Silicon Valley’s ‘small team’ moment benefits from AI
In numerous sectors, managing a large team is a demonstration of capability. A substantial workforce indicates a significant budget, reflecting the strength of your organization and its capacity to drive initiatives forward. Recently, within the realm of start-ups, certain founders have been touting their ability to achieve greater outcomes with a reduced workforce. Silicon Valley has adopted the concept of “tiny teams,” highlighting impressive revenue-to-worker ratios and clusters of “high agency” employees, each of whom accomplishes significant tasks with the aid of artificial intelligence. A platform promoting itself as the “tiny teams hall of fame,” serving as a directory for such enterprises, has attracted notable media interest. Dan Shipper, the operator of the media start-up Recently, a new term has emerged to describe the phenomenon — the “two-slice team,” which comprises a single individual alongside AI tools. The concept draws inspiration from Jeff Bezos’ “two pizza rule,” a principle established two decades ago suggesting that teams at Amazon should remain small enough to be fed with just two pizzas.
Currently, Shipper contends that merely two slices of pizza suffice. The individual has the capacity to consume both; the AI agent, however, does not experience hunger. “One person can now do so much more” than in the past, Shipper stated in an interview. At his start-up, multiple products — such as an AI writing tool and an AI file organiser — are overseen by individual employees, who may seek assistance from colleagues throughout the organisation when necessary. This strategy, he contends, allows his small, nascent start-up to develop a range of products in a manner that “used to only be available to really big companies with huge budgets.” It may seem counterintuitive, he noted, yet the strategy has enabled him to increase overall hiring, resulting in an expansion to over 20 employees this year. He stated that without the AI-heavy, two-slice team approach, “we would be a much smaller company because we would not have been able to build any of the stuff that has caused our growth.”
Certain business leaders are issuing bold forecasts regarding small teams. Sam Altman, the chief executive of OpenAI, has indicated that the emergence of a one-person firm achieving a billion-dollar valuation may be imminent. Shipper’s perspective, however, is more nuanced. He envisions companies reorganizing into smaller units, each managed by one or a few individuals, preferably avoiding widespread layoffs. Trade-offs between large and small organizations have always existed. While extensive teams might face challenges in communication and achieving consensus on shared objectives, they “excel at solving problems,” noted Dashun Wang. “Small teams identify challenges that require resolution.”
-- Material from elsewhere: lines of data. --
// TestFaultSlowReader: a reader that stops reading a 10⁶-point stream
// after its first message stalls the computation by HTTP/2 flow control:
// the server computes only about a flow-control window ahead of what was
// read, so memory does not grow with the size of the stream; when the
// reader resumes, the points keep arriving in order (the test reads
// 100 000 more, then cancels).
func TestFaultSlowReader(t *testing.T) {
	tests := []struct {
		name string
		dial []grpc.DialOption
		// ahead bounds the bytes of points the server may have computed
		// beyond what the client read: the client's receive window, the
		// server's per-stream write quota (64 KiB in grpc-go), and the
		// chunks StreamModes keeps in flight (2 per core).
		ahead int
	}{
		{name: "64 KiB window", dial: []grpc.DialOption{grpc.WithInitialWindowSize(64 << 10), grpc.WithInitialConnWindowSize(64 << 10)}, ahead: 1 << 20},
		// grpc-go's dynamic window (BDP estimation) grows to at most 16 MiB.
		{name: "dynamic window", ahead: 16<<20 + 1<<20},
	}
	for _, tt := range tests {
		t.Run(tt.name, func(t *testing.T) {
			ts := startServer(t, Config{}, serverOpts{dialOpts: append([]grpc.DialOption{grpc.WithTransportCredentials(insecureCreds())}, tt.dial...)})
			qpoints := ts.srv.svc.met.qpoints
			ctx := testContext(t)
			q0 := value(qpoints)
			stream, err := ts.api.ComputeModes(ctx, millionChain(t))
			if err != nil {
				t.Fatal(err)
			}
			first, err := stream.Recv()
			if err != nil {
				t.Fatal(err)
			}
			read := len(first.GetPoints())
			perPoint := float64(proto.Size(first)) / float64(read)
			// Stalled: the counter has not moved for 300 consecutive
			// polls (300 ms).
			last, still := -1.0, 0
			poll(t, "the computation to stall", 20*time.Second, func() bool {
				n := value(qpoints) - q0
				if n == last {
					still++
				} else {
					last, still = n, 0
				}
				return still >= 300
			})
			ahead := (last - float64(read)) * perPoint
			t.Logf("reader stopped after %d points; server stalled at %.0f of 10⁶ points, %.0f points (%.2f MiB of messages) ahead", read, last, last-float64(read), ahead/(1<<20))
			if last >= 1_000_000 {
				t.Fatalf("the server computed all 10⁶ points for a reader that read %d", read)
			}
			if ahead > float64(tt.ahead) {
				t.Errorf("the server got %.2f MiB ahead of the reader; want at most %.2f MiB", ahead/(1<<20), float64(tt.ahead)/(1<<20))
			}
			// Resume: the stream goes on from where it stalled, in order.
			for read < 100_000 {
				r, err := stream.Recv()
				if err != nil {
					t.Fatalf("after %d points: %v", read, err)
				}
				if int(r.GetOffset()) != read {
					t.Fatalf("chunk at %d; want %d", r.GetOffset(), read)
				}
				read += len(r.GetPoints())
			}
			if n := value(qpoints) - q0; n <= last {
				t.Errorf("the computation did not resume: %.0f points, stalled at %.0f", n, last)
			}
		})
	}
}

// tooBig is a request message over a 1 MiB receive limit: a q-point list
// of 50 000 points (about 1.4 MB serialised).
func tooBig(t testing.TB) *modegridv1.ComputeModesRequest {
	pts := make([]*modegridv1.QPoint, 50_000)
	for i := range pts {
		pts[i] = &modegridv1.QPoint{Q1: 0.5 - float64(i)/50_000, Q2: 0.25, Q3: 0.125}
	}
	return &modegridv1.ComputeModesRequest{Model: inline(example(t, "fcc")),
		Qpoints: &modegridv1.QPointSet{Set: &modegridv1.QPointSet_List{List: &modegridv1.QPointList{Points: pts}}}}
}
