package parallel

import (
	"context"
	"errors"
	"math"
	"math/rand/v2"
	"runtime"
	"strings"
	"sync"
	"sync/atomic"
	"testing"
	"time"

	"go.uber.org/goleak"
)

func TestMain(m *testing.M) { goleak.VerifyTestMain(m) }

// withProcs runs the test with GOMAXPROCS = n, so that loops have several
// workers even on a one-core machine.
func withProcs(t *testing.T, n int) {
	t.Helper()
	old := runtime.GOMAXPROCS(n)
	t.Cleanup(func() { runtime.GOMAXPROCS(old) })
}

// recovered calls f and returns what it panicked with (nil if nothing).
func recovered(f func()) (p any) {
	defer func() { p = recover() }()
	f()
	return nil
}

// errBoom is the value the panicking worker of the tests throws.
var errBoom = errors.New("boom in worker")

// panicAtIndex panics with errBoom; a named function, so its frame can be
// looked for in the recorded stack.
func panicAtIndex() { panic(errBoom) }

// waitStop blocks until stop is closed; it fails the test if that does not
// happen within a generous bound (the loop did not stop its workers).
func waitStop(t *testing.T, stop <-chan struct{}) {
	select {
	case <-stop:
	case <-time.After(20 * time.Second):
		t.Error("a worker was not stopped after another one panicked")
	}
}

// TestForPanicReachesCaller: one worker panics; every other worker is
// blocked in its body until the loop's stop channel closes, so the loop
// only returns if the panic stopped them, and then reports success, so
// only the loop's own poll keeps them from taking further indices. The
// caller's recover then gets a *PanicError carrying the original value
// and the panicking worker's stack, and no goroutine is left behind.
func TestForPanicReachesCaller(t *testing.T) {
	withProcs(t, 4)
	const n, bad = 1_000_000, 3
	var ran atomic.Int64
	p := recovered(func() {
		_ = For(context.Background(), n, 1, func(stop <-chan struct{}) func(int) bool {
			return func(i int) bool {
				ran.Add(1)
				if i == bad {
					panicAtIndex()
				}
				waitStop(t, stop)
				return true
			}
		})
	})
	pe, ok := p.(*PanicError)
	if !ok {
		t.Fatalf("recovered %T %v; want *PanicError", p, p)
	}
	if pe.Value != errBoom || !errors.Is(pe, errBoom) {
		t.Errorf("Value = %v; want the original errBoom", pe.Value)
	}
	if !strings.Contains(string(pe.Stack), "panicAtIndex") {
		t.Errorf("stack does not show the worker's panic site:\n%s", pe.Stack)
	}
	if got := ran.Load(); got > 4 {
		t.Errorf("%d indices ran; want at most one per worker (4): the others must stop", got)
	}
	goleak.VerifyNone(t)
}

// TestGroupPanicAfterOthersExit: Wait re-raises only after every worker
// has returned (the slow worker's exit is recorded before the recover in
// the caller runs).
func TestGroupPanicAfterOthersExit(t *testing.T) {
	g, ctx := NewGroup(context.Background())
	var slowDone atomic.Bool
	g.Go(func() {
		waitStop(t, ctx.Done())
		slowDone.Store(true)
	})
	g.Go(func() { panic("worker failed") })
	p := recovered(g.Wait)
	pe, ok := p.(*PanicError)
	if !ok || pe.Value != "worker failed" {
		t.Fatalf("recovered %v; want *PanicError with value %q", p, "worker failed")
	}
	if !slowDone.Load() {
		t.Error("Wait re-panicked before the other worker exited")
	}
	if ctx.Err() == nil {
		t.Error("the group's context is not cancelled after a panic")
	}
}

// TestNestedPanicKeepsInnerStack: a panic in a loop run inside a worker of
// another loop reaches the outer caller with the original value and the
// inner worker's stack (not a PanicError wrapping a PanicError).
func TestNestedPanicKeepsInnerStack(t *testing.T) {
	withProcs(t, 2)
	p := recovered(func() {
		_ = Chunks(context.Background(), 4, 1, func(lo, _ int) {
			_ = Slices(context.Background(), 8, 1, 2, func(s, lo2, _ int) {
				if lo == 2 && lo2 == 5 {
					panicAtIndex()
				}
			})
		})
	})
	pe, ok := p.(*PanicError)
	if !ok {
		t.Fatalf("recovered %T; want *PanicError", p)
	}
	if pe.Value != errBoom {
		t.Errorf("Value = %v (%T); want errBoom", pe.Value, pe.Value)
	}
	if !strings.Contains(string(pe.Stack), "panicAtIndex") {
		t.Errorf("stack lacks the inner panic site:\n%s", pe.Stack)
	}
}

// TestCoverage: For, Chunks and Slices visit every index of [0, n) exactly
// once, for sizes around the block and chunk boundaries.
func TestCoverage(t *testing.T) {
	withProcs(t, 3)
	for _, n := range []int{0, 1, 15, 16, 17, 63, 64, 65, 1000} {
		loops := map[string]func(seen []atomic.Int32) error{
			"For": func(seen []atomic.Int32) error {
				return For(context.Background(), n, 16, func(<-chan struct{}) func(int) bool {
					return func(i int) bool { seen[i].Add(1); return true }
				})
			},
			"Chunks": func(seen []atomic.Int32) error {
				return Chunks(context.Background(), n, 64, func(lo, hi int) {
					for i := lo; i < hi; i++ {
						seen[i].Add(1)
					}
				})
			},
			"Slices": func(seen []atomic.Int32) error {
				return Slices(context.Background(), n, 7, SliceCount(n, 7), func(_, lo, hi int) {
					for i := lo; i < hi; i++ {
						seen[i].Add(1)
					}
				})
			},
		}
		for name, run := range loops {
			seen := make([]atomic.Int32, n)
			if err := run(seen); err != nil {
				t.Fatalf("%s n=%d: %v", name, n, err)
			}
			for i := range seen {
				if c := seen[i].Load(); c != 1 {
					t.Fatalf("%s n=%d: index %d visited %d times; want 1", name, n, i, c)
				}
			}
		}
	}
}

// TestSlicesOrderAndDeterminism: each slice's chunks come in increasing
// order, and per-slice sums merged in slice order are bit-for-bit the same
// with 1 and with 4 workers, on values whose floating-point sum depends on
// the order of addition.
func TestSlicesOrderAndDeterminism(t *testing.T) {
	r := rand.New(rand.NewPCG(1, 2))
	const n, chunk = 10_000, 37
	x := make([]float64, n)
	for i := range x {
		x[i] = math.Ldexp(r.Float64(), r.IntN(60)-30)
	}
	sum := func(procs int) float64 {
		old := runtime.GOMAXPROCS(procs)
		defer runtime.GOMAXPROCS(old)
		slices := SliceCount(n, chunk)
		acc := make([]float64, slices)
		last := make([]int, slices)
		for s := range last {
			last[s] = -1
		}
		var mu sync.Mutex
		err := Slices(context.Background(), n, chunk, slices, func(s, lo, hi int) {
			mu.Lock()
			if lo <= last[s] {
				t.Errorf("slice %d: chunk at %d after one at %d", s, lo, last[s])
			}
			last[s] = lo
			mu.Unlock()
			for i := lo; i < hi; i++ {
				acc[s] += x[i]
			}
		})
		if err != nil {
			t.Fatal(err)
		}
		total := 0.0
		for _, a := range acc {
			total += a
		}
		return total
	}
	if a, b := sum(1), sum(4); math.Float64bits(a) != math.Float64bits(b) {
		t.Errorf("sum with 1 worker %v, with 4 workers %v; want identical bits", a, b)
	}
}

// TestForCancelStopsWithinOneIndex: cancelling ctx from inside index k
// ends the loop with context.Canceled, and each worker starts at most one
// more index after the cancellation (the one it may have been past the
// poll for).
func TestForCancelStopsWithinOneIndex(t *testing.T) {
	withProcs(t, 4)
	ctx, cancel := context.WithCancel(context.Background())
	defer cancel()
	var cancelled atomic.Bool
	var after atomic.Int64
	err := For(ctx, 1_000_000, 16, func(<-chan struct{}) func(int) bool {
		return func(i int) bool {
			if cancelled.Load() {
				after.Add(1)
			}
			if i == 100 {
				cancel()
				cancelled.Store(true)
			}
			return true
		}
	})
	if !errors.Is(err, context.Canceled) {
		t.Fatalf("err = %v; want context.Canceled", err)
	}
	if a := after.Load(); a > 4 {
		t.Errorf("%d indices started after the cancel; want at most one per worker (4)", a)
	}
}

// TestSlicesCancelBetweenChunks: a cancel inside a chunk ends Slices with
// context.Canceled; after it, each worker starts at most the one chunk it
// may have been past the poll for.
func TestSlicesCancelBetweenChunks(t *testing.T) {
	withProcs(t, 2)
	ctx, cancel := context.WithCancel(context.Background())
	defer cancel()
	var cancelled atomic.Bool
	var after atomic.Int64
	err := Slices(ctx, 1000, 10, 2, func(_, lo, _ int) {
		if cancelled.Load() {
			after.Add(1)
		}
		if lo == 0 {
			cancel()
			cancelled.Store(true)
		}
	})
	if !errors.Is(err, context.Canceled) {
		t.Fatalf("err = %v; want context.Canceled", err)
	}
	if a := after.Load(); a > 2 {
		t.Errorf("%d chunks started after the cancel; want at most one per worker (2)", a)
	}
}

type hookKey struct{}

// TestFaultHook: an installed hook runs in every worker with the caller's
// context values; a panicking hook reaches the caller like any worker
// panic; restoring removes it.
func TestFaultHook(t *testing.T) {
	withProcs(t, 2)
	restore := SetFaultHook(func(ctx context.Context) {
		if ctx.Value(hookKey{}) == "fail" {
			panic("injected")
		}
	})
	ctx := context.WithValue(context.Background(), hookKey{}, "fail")
	p := recovered(func() {
		_ = For(ctx, 100, 1, func(<-chan struct{}) func(int) bool {
			return func(int) bool { return true }
		})
	})
	if pe, ok := p.(*PanicError); !ok || pe.Value != "injected" {
		t.Fatalf("recovered %v; want *PanicError with value %q", p, "injected")
	}
	if err := Chunks(context.Background(), 100, 10, func(int, int) {}); err != nil {
		t.Fatalf("unmarked context: %v", err)
	}
	restore()
	if p := recovered(func() { _ = Chunks(ctx, 100, 10, func(int, int) {}) }); p != nil {
		t.Fatalf("after restore: panicked with %v", p)
	}
}
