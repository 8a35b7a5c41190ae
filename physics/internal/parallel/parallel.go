package parallel

import (
	"context"
	"fmt"
	"runtime"
	"runtime/debug"
	"sync"
	"sync/atomic"
)

// PanicError is a panic recovered in a worker, re-raised on the caller's
// goroutine by Group.Wait and the loops.
type PanicError struct {
	Value any    // the value the worker panicked with
	Stack []byte // the worker's stack at the panic (runtime/debug.Stack)
}

// Error gives the original value and the worker's stack, so that a panic
// nobody recovers still shows where it happened.
func (e *PanicError) Error() string {
	return fmt.Sprintf("parallel: worker panicked: %v\n\nworker stack:\n%s", e.Value, e.Stack)
}

// Unwrap returns the original value when it is an error, for errors.Is/As.
func (e *PanicError) Unwrap() error {
	err, _ := e.Value.(error)
	return err
}

// Group runs workers that share a context; see the package documentation.
// A Group is used once: Go any number of times, then Wait.
type Group struct {
	ctx    context.Context
	cancel context.CancelFunc
	wg     sync.WaitGroup

	mu  sync.Mutex  // protects err
	err *PanicError // first panic recovered, nil if none
}

// NewGroup returns a Group and its context, derived from ctx and
// cancelled when a worker panics, on Stop, or by Wait.
func NewGroup(ctx context.Context) (*Group, context.Context) {
	gctx, cancel := context.WithCancel(ctx)
	return &Group{ctx: gctx, cancel: cancel}, gctx
}

// Go runs fn on a new goroutine. A panic in fn is recovered, recorded and
// cancels the group's context.
func (g *Group) Go(fn func()) {
	g.wg.Add(1)
	go func() {
		defer g.wg.Done()
		defer g.recover()
		if h := faultHook.Load(); h != nil {
			(*h)(g.ctx)
		}
		fn()
	}()
}

// recover records a worker's panic and stops the other workers.
func (g *Group) recover() {
	r := recover()
	if r == nil {
		return
	}
	pe, ok := r.(*PanicError)
	if !ok {
		pe = &PanicError{Value: r, Stack: debug.Stack()}
	}
	g.mu.Lock()
	if g.err == nil {
		g.err = pe
	}
	g.mu.Unlock()
	g.cancel()
}

// Stop cancels the group's context; workers stop at their next poll.
func (g *Group) Stop() { g.cancel() }

// Wait waits for every worker to exit and releases the group's context.
// If a worker panicked, Wait then panics with its *PanicError.
func (g *Group) Wait() {
	g.wg.Wait()
	g.cancel()
	g.mu.Lock()
	err := g.err
	g.mu.Unlock()
	if err != nil {
		panic(err)
	}
}

// For runs a body over the indices [0, n), handed out in blocks of block
// indices to min(GOMAXPROCS, ⌈n/block⌉) workers. Each worker builds its
// own body with newBody(stop), where stop is closed when the loop is
// cancelled (ctx ended, or another worker panicked); the body returns
// false when it saw stop closed, which ends its worker. stop is polled
// before every index. For returns ctx.Err() once every worker has exited,
// and panics with a *PanicError if one of them panicked.
func For(ctx context.Context, n, block int, newBody func(stop <-chan struct{}) func(i int) bool) error {
	if n <= 0 {
		return ctx.Err()
	}
	block = max(1, block)
	workers := min(runtime.GOMAXPROCS(0), (n+block-1)/block)
	g, gctx := NewGroup(ctx)
	stop := gctx.Done()
	var next atomic.Int64
	for w := 0; w < workers; w++ {
		g.Go(func() {
			body := newBody(stop)
			for {
				lo := int(next.Add(int64(block)) - int64(block))
				if lo >= n {
					return
				}
				for i := lo; i < min(lo+block, n); i++ {
					select {
					case <-stop:
						return
					default:
					}
					if !body(i) {
						return
					}
				}
			}
		})
	}
	g.Wait()
	return ctx.Err()
}

// Chunks runs fn over [0, n) in chunks [lo, hi) of chunk indices (the
// last one shorter), on all cores, in no particular order. ctx is polled
// between chunks. It returns ctx.Err() once every worker has exited, and
// panics with a *PanicError if one of them panicked.
func Chunks(ctx context.Context, n, chunk int, fn func(lo, hi int)) error {
	chunk = max(1, chunk)
	return For(ctx, (n+chunk-1)/chunk, 1, func(<-chan struct{}) func(int) bool {
		return func(c int) bool {
			lo := c * chunk
			fn(lo, min(lo+chunk, n))
			return true
		}
	})
}

// MaxSlices is the most slices SliceCount gives.
const MaxSlices = 16

// SliceCount is a number of slices for Slices over n items in chunks of
// chunk: ⌈n/chunk⌉, at least 1 and at most MaxSlices. It does not depend
// on the core count, so sums merged in slice order are the same on any
// machine.
func SliceCount(n, chunk int) int {
	return max(1, min(MaxSlices, (n+chunk-1)/max(1, chunk)))
}

// Slices runs work over [0, n) cut into slices contiguous slices
// [s·n/slices, (s+1)·n/slices), each processed by one worker in increasing
// order in chunks of at most chunk indices; work receives the slice number
// s. The slices are spread over min(GOMAXPROCS, slices) workers. ctx is
// polled between chunks. It returns ctx.Err() once every worker has
// exited, and panics with a *PanicError if one of them panicked. See the
// package documentation for why the result of a per-slice accumulation is
// deterministic.
func Slices(ctx context.Context, n, chunk, slices int, work func(slice, lo, hi int)) error {
	slices, chunk = max(1, slices), max(1, chunk)
	return For(ctx, slices, 1, func(stop <-chan struct{}) func(int) bool {
		return func(s int) bool {
			lo, hi := s*n/slices, (s+1)*n/slices
			for c := lo; c < hi; c += chunk {
				select {
				case <-stop:
					return false
				default:
				}
				work(s, c, min(c+chunk, hi))
			}
			return true
		}
	})
}

// faultHook is the installed fault hook, nil if none.
var faultHook atomic.Pointer[func(context.Context)]

// SetFaultHook installs h (nil removes it) as the function every worker of
// every Group calls first, with the group's context, and returns a
// function restoring the previous hook. It is for tests that need a real
// worker to fail (a panicking h); see the package documentation.
func SetFaultHook(h func(ctx context.Context)) (restore func()) {
	var p *func(context.Context)
	if h != nil {
		p = &h
	}
	old := faultHook.Swap(p)
	return func() { faultHook.Store(old) }
}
In his 2019 research regarding team sizes in science and technology, he discovered that smaller teams are more likely to generate new ideas, whereas larger teams excel at refining and developing existing concepts. One format, he stated, is not inherently superior to the other. Even the most modest assembly of individuals will unite people possessing diverse skills and viewpoints. However, Wang observed that any expansion of a solo team is now likely to involve ChatGPT or Claude. A potential drawback of small teams that depend on AI is that “now suddenly they look a lot similar, because they, in some sense, have collaborated with the same person” (who, of course, is not actually a person). The new teammates are unable to partake in pizza. Humans, nonetheless, continue to possess the ability and engage in such actions.